> _Work to be completed_
Answer with a single number: how many lines in the listing below include "start"?
──────── Supplied information
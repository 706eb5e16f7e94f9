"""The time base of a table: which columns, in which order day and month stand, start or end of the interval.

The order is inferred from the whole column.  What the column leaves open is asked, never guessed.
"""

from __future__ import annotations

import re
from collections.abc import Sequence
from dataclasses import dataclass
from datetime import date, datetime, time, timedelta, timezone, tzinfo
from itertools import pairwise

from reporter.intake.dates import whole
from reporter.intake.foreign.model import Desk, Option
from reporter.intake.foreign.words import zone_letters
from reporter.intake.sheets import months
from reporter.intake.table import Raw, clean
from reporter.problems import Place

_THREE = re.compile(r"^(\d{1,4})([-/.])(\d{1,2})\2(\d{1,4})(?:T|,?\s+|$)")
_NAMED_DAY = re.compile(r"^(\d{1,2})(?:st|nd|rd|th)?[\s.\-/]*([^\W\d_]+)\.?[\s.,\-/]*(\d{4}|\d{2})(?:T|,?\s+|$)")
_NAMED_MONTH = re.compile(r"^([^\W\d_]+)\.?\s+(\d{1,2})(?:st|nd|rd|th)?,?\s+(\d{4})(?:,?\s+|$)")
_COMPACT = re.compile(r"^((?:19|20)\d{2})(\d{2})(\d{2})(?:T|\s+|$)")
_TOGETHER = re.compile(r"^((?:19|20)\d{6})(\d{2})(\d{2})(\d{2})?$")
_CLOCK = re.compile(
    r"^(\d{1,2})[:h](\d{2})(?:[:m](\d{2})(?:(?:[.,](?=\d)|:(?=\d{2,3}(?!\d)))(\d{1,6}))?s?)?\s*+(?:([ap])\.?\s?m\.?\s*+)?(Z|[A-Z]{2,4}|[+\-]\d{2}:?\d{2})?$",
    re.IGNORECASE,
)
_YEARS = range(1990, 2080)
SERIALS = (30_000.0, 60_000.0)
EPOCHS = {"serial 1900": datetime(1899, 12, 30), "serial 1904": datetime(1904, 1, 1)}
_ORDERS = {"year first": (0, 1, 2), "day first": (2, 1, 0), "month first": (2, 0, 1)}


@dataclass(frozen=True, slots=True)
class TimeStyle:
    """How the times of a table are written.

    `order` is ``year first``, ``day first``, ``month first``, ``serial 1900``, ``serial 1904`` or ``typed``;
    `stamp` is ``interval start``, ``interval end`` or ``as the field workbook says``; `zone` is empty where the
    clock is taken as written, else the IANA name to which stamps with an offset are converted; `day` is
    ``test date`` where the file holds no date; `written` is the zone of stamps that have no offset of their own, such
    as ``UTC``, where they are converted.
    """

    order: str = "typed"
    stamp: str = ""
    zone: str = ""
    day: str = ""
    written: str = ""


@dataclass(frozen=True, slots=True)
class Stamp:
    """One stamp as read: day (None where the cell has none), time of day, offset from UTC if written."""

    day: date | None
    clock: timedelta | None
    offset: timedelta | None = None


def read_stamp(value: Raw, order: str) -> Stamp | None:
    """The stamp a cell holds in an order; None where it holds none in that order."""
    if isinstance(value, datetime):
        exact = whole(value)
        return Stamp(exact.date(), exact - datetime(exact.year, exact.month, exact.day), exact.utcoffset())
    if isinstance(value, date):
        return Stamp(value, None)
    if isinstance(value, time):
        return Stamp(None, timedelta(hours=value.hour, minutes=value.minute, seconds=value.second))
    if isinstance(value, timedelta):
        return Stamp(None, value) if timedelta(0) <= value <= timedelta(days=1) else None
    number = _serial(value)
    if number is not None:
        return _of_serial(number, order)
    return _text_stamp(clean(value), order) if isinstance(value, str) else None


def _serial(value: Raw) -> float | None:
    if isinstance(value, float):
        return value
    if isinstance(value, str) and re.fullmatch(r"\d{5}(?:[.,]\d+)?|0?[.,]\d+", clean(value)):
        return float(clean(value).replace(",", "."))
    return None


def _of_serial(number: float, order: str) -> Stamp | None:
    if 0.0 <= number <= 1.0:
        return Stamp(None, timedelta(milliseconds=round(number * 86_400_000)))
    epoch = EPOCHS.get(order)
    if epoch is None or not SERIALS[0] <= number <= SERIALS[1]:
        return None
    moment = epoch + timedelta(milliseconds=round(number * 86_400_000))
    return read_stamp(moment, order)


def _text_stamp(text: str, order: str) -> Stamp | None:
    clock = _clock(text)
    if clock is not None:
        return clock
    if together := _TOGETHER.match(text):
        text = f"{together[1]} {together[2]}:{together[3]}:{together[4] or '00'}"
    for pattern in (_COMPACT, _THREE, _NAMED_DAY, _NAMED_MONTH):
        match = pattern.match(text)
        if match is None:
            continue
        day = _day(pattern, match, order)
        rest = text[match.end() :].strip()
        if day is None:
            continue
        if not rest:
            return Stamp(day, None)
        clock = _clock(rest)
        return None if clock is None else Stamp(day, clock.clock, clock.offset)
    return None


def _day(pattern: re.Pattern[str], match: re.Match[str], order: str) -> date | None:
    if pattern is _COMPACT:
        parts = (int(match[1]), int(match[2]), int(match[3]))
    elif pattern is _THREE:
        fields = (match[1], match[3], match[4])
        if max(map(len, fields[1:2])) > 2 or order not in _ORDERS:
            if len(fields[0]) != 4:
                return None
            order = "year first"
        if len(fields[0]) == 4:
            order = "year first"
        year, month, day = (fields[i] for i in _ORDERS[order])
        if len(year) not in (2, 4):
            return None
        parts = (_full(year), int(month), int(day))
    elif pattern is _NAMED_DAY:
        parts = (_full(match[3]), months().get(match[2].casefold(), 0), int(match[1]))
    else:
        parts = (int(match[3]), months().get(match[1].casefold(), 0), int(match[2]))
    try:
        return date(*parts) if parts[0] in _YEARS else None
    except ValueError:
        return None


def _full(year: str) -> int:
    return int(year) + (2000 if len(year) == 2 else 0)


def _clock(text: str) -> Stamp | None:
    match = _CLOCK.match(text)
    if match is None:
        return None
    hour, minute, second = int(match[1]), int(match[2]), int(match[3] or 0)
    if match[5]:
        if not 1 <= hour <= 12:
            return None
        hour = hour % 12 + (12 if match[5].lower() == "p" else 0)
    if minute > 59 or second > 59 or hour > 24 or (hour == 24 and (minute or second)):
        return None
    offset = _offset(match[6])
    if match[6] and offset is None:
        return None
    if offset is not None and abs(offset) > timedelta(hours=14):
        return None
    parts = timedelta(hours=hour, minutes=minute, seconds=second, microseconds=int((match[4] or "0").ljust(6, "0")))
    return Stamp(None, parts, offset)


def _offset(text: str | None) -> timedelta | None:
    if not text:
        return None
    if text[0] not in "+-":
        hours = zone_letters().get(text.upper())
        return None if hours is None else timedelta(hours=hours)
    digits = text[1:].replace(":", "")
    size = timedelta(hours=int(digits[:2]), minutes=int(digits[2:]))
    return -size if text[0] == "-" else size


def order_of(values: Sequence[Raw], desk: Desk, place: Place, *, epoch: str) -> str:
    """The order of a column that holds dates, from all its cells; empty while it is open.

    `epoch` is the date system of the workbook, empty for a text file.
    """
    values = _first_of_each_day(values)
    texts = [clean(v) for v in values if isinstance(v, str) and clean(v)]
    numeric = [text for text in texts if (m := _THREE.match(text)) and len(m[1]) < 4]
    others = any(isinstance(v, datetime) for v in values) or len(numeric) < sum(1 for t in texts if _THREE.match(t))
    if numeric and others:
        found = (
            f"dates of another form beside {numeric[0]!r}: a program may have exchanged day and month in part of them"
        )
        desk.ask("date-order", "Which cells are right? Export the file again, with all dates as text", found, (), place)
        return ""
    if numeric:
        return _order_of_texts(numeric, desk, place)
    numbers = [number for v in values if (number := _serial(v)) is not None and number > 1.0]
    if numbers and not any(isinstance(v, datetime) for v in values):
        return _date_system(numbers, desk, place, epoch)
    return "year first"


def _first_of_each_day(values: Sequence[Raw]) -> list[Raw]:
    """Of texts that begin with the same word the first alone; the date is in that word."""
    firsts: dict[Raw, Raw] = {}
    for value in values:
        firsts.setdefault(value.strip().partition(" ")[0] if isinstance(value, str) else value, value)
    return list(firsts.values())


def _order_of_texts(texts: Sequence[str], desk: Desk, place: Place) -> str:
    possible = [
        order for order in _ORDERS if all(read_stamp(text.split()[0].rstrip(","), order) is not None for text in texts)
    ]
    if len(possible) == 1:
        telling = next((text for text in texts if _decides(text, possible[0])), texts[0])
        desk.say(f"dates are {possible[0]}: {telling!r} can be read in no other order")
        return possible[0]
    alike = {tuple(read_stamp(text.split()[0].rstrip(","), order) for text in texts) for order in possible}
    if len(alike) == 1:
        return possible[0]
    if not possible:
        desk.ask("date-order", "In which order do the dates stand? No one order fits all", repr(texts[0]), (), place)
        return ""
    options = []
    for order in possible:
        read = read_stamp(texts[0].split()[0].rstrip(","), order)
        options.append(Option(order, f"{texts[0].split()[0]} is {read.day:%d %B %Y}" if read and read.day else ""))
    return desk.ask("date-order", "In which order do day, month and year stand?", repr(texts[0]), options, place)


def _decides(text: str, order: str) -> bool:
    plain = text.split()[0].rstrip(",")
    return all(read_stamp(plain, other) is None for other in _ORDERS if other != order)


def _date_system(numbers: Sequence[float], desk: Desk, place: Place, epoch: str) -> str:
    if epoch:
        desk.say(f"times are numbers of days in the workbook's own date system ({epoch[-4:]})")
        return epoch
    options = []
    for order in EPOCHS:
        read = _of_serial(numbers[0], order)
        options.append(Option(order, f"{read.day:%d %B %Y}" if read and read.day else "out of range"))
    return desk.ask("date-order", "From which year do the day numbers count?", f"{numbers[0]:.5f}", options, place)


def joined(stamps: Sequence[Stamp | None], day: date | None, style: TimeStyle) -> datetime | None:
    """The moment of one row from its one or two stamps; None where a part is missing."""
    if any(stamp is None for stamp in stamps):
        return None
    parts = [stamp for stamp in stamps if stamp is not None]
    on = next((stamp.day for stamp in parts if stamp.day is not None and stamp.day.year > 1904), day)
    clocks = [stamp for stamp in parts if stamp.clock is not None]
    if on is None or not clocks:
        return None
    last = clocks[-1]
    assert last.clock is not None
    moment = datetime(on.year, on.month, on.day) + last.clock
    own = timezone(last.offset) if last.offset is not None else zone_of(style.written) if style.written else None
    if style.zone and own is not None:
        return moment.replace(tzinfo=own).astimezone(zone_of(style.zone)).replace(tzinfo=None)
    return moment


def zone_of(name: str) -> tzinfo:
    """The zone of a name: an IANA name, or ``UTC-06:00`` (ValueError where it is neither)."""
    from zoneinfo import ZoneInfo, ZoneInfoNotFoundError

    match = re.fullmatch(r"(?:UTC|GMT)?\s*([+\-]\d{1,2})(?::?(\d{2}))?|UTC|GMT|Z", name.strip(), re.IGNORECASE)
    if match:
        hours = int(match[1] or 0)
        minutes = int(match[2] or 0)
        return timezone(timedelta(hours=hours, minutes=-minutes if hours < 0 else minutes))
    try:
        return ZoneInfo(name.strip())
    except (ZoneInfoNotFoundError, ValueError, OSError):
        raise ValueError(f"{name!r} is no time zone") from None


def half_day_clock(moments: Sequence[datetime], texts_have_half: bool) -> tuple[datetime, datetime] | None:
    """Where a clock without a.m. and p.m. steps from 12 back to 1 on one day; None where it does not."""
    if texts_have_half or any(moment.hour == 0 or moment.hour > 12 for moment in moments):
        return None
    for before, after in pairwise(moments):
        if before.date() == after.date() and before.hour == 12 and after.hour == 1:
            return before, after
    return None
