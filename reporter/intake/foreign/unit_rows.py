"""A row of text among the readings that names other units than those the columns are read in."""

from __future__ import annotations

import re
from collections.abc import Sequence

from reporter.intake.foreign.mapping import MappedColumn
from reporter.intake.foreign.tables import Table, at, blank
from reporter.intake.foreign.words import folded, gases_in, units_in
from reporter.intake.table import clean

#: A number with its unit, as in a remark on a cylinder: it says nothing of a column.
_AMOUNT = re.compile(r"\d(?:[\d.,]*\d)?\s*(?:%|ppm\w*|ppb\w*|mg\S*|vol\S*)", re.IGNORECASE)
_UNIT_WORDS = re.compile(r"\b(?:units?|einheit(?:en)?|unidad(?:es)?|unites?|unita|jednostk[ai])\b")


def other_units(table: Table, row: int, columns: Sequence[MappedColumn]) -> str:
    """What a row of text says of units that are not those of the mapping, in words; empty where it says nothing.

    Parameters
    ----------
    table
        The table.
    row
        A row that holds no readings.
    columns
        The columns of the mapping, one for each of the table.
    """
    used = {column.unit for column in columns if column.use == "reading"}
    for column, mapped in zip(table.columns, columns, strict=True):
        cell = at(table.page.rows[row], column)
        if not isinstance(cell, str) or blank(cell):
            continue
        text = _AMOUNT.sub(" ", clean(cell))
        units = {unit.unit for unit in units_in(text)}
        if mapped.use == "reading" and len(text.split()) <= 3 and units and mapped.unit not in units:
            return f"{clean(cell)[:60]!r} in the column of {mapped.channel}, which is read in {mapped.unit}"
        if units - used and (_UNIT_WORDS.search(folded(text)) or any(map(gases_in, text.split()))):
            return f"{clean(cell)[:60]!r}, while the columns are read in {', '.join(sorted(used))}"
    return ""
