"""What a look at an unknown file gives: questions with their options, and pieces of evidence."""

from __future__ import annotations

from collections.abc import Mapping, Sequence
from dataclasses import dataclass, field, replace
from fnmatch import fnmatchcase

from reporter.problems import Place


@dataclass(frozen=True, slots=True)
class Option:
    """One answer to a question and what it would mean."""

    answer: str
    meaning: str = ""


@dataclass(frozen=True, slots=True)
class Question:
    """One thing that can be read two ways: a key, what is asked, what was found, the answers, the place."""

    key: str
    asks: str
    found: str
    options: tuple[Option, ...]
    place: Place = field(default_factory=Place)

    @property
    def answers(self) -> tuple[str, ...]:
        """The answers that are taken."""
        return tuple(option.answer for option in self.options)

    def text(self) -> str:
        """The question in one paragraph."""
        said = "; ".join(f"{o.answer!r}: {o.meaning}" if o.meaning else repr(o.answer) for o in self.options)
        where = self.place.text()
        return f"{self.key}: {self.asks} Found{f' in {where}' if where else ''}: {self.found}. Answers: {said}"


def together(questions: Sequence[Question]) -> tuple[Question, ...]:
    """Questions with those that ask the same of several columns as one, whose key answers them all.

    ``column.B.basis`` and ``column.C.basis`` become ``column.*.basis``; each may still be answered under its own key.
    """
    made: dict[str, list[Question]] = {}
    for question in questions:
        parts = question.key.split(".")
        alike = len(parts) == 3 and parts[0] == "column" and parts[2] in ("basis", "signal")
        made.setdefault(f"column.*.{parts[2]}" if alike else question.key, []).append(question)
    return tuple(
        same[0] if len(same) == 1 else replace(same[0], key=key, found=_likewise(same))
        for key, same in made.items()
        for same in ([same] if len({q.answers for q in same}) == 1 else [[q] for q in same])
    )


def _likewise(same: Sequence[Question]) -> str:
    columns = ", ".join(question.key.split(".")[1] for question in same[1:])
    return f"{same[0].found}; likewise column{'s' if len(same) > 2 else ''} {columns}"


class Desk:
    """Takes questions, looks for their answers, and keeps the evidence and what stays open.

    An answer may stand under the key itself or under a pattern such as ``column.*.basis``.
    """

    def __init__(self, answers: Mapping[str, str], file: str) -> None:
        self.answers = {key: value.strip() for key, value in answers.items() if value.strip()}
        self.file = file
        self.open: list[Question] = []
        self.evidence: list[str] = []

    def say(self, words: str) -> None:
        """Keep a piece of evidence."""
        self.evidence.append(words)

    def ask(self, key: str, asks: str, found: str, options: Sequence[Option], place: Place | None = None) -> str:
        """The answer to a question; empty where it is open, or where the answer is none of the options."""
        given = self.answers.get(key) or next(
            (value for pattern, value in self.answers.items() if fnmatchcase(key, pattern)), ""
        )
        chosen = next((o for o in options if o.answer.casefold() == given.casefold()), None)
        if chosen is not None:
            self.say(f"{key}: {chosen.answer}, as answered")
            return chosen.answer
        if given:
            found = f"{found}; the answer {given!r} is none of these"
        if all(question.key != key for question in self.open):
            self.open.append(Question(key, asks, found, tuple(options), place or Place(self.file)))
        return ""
────────────────
> _Exercise output_
2